== GIVEN ENTRIES ==

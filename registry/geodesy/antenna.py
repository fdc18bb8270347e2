"""Antenna height: reduce a measured height to the vertical height of the antenna reference point (ARP).

Source
------
Slant to vertical by Pythagoras, then a vertical offset to the ARP:

    h_ARP = √(s² − r²) + Δh

s : slant distance from the mark to the slant-measure point on the antenna rim (metres);
r : horizontal radius of that point from the antenna axis, half the rim diameter (metres);
Δh : vertical offset **from the slant-measure plane to the ARP** = height(ARP) − height(plane).
     **Negative when the ARP lies below the slant-measure plane**, which is the usual case (the ARP is
     the bottom of the mount, the rim is above it).

This is the reduction a GNSS data-preparation tool documents as "dh + sqrt(s² − (d/2)²)", and the
antenna radius / offset pairs come from the manufacturer's antenna tables (as tabulated in a GNSS
receiver manual; secondary transcription). The height written to RINEX ("ANTENNA: DELTA H/E/N")
is the vertical mark→ARP distance this module returns. Antenna phase-centre offsets (ARP → phase
centre) are not applied here.

No Django import. Functions take scalars or numpy arrays and return the same shape.
"""

from __future__ import annotations

import numpy as np

from registry.geodesy.accuracy import ComputationInputError
from registry.geodesy.arraytypes import ArrayLike, FloatArray, FloatOrArray

__all__ = ["HEIGHT_KINDS", "antenna_height_arp_m", "slant_to_vertical_arp_m"]

#: How a height was measured: straight up to the ARP ("vertical") or to the rim ("slant").
HEIGHT_KINDS = ("vertical", "slant")


def _arr(value: ArrayLike, name: str) -> FloatArray:
    try:
        arr = np.asarray(value, dtype=float)
    except (TypeError, ValueError) as exc:
        raise ComputationInputError(f"{name} must be a number.", code="not_a_number", params={"name": name}) from exc
    if not np.all(np.isfinite(arr)):
        raise ComputationInputError(f"{name} must be finite.", code="not_finite", params={"name": name})
    return arr


def slant_to_vertical_arp_m(slant_m: ArrayLike, radius_m: ArrayLike, arp_offset_m: ArrayLike = 0.0) -> FloatOrArray:
    """Vertical height of the ARP above the mark from a slant measurement: √(s² − r²) + Δh.

    Parameters
    ----------
    slant_m : float or array_like
        Slant distance mark → slant-measure point (m), > 0.
    radius_m : float or array_like
        Radius of the slant-measure point from the antenna axis (m), ≥ 0.
    arp_offset_m : float or array_like
        Δh = height(ARP) − height(slant-measure plane), m; negative when the ARP is below the plane.

    Returns
    -------
    float or ndarray
        Vertical distance mark → ARP (m).

    Raises
    ------
    ComputationInputError
        ``slant_shorter_than_radius`` when s < r (the tape cannot reach the rim), ``negative_length``
        for a negative slant or radius.

    Examples
    --------
    >>> round(slant_to_vertical_arp_m(1.532, 0.0921, -0.0516), 5)
    1.47763
    """
    s = _arr(slant_m, "slant height")
    r = _arr(radius_m, "antenna radius")
    dh = _arr(arp_offset_m, "ARP offset")
    s, r, dh = np.broadcast_arrays(s, r, dh)
    if np.any(s <= 0.0) or np.any(r < 0.0):
        raise ComputationInputError(
            "Slant height must be positive and the radius not negative.", code="negative_length"
        )
    if np.any(s < r):
        raise ComputationInputError(
            "The slant height is shorter than the antenna radius; check the measurement and the antenna.",
            code="slant_shorter_than_radius",
        )
    out = np.sqrt((s - r) * (s + r)) + dh
    return out.item() if out.ndim == 0 else out


def antenna_height_arp_m(
    height_m: ArrayLike, *, kind: str, radius_m: ArrayLike | None = None, arp_offset_m: ArrayLike = 0.0
) -> FloatOrArray:
    """Height mark → ARP from a measured height of either kind.

    ``kind="vertical"``: the measurement is already mark → ARP and is returned unchanged.
    ``kind="slant"``: reduced with :func:`slant_to_vertical_arp_m`; ``radius_m`` is required.

    Examples
    --------
    >>> antenna_height_arp_m(1.5, kind="vertical")
    1.5
    >>> round(antenna_height_arp_m(2.000, kind="slant", radius_m=0.0953, arp_offset_m=-0.0483), 5)
    1.94943
    """
    if kind == "vertical":
        h = _arr(height_m, "antenna height")
        if np.any(h < 0.0):
            raise ComputationInputError("An antenna height cannot be negative.", code="negative_length")
        return h.item() if h.ndim == 0 else h
    if kind == "slant":
        if radius_m is None:
            raise ComputationInputError("A slant height needs the antenna radius.", code="radius_missing")
        return slant_to_vertical_arp_m(height_m, radius_m, arp_offset_m)
    raise ComputationInputError(
        "The height kind must be 'vertical' or 'slant'.", code="bad_height_kind", params={"kind": kind}
    )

===

YOUR INSTRUCTIONS | Scan the material for the string "else". Copy each line where it appears.

FINAL ANSWER |
    return out.item() if out.ndim == 0 else out
        return h.item() if h.ndim == 0 else h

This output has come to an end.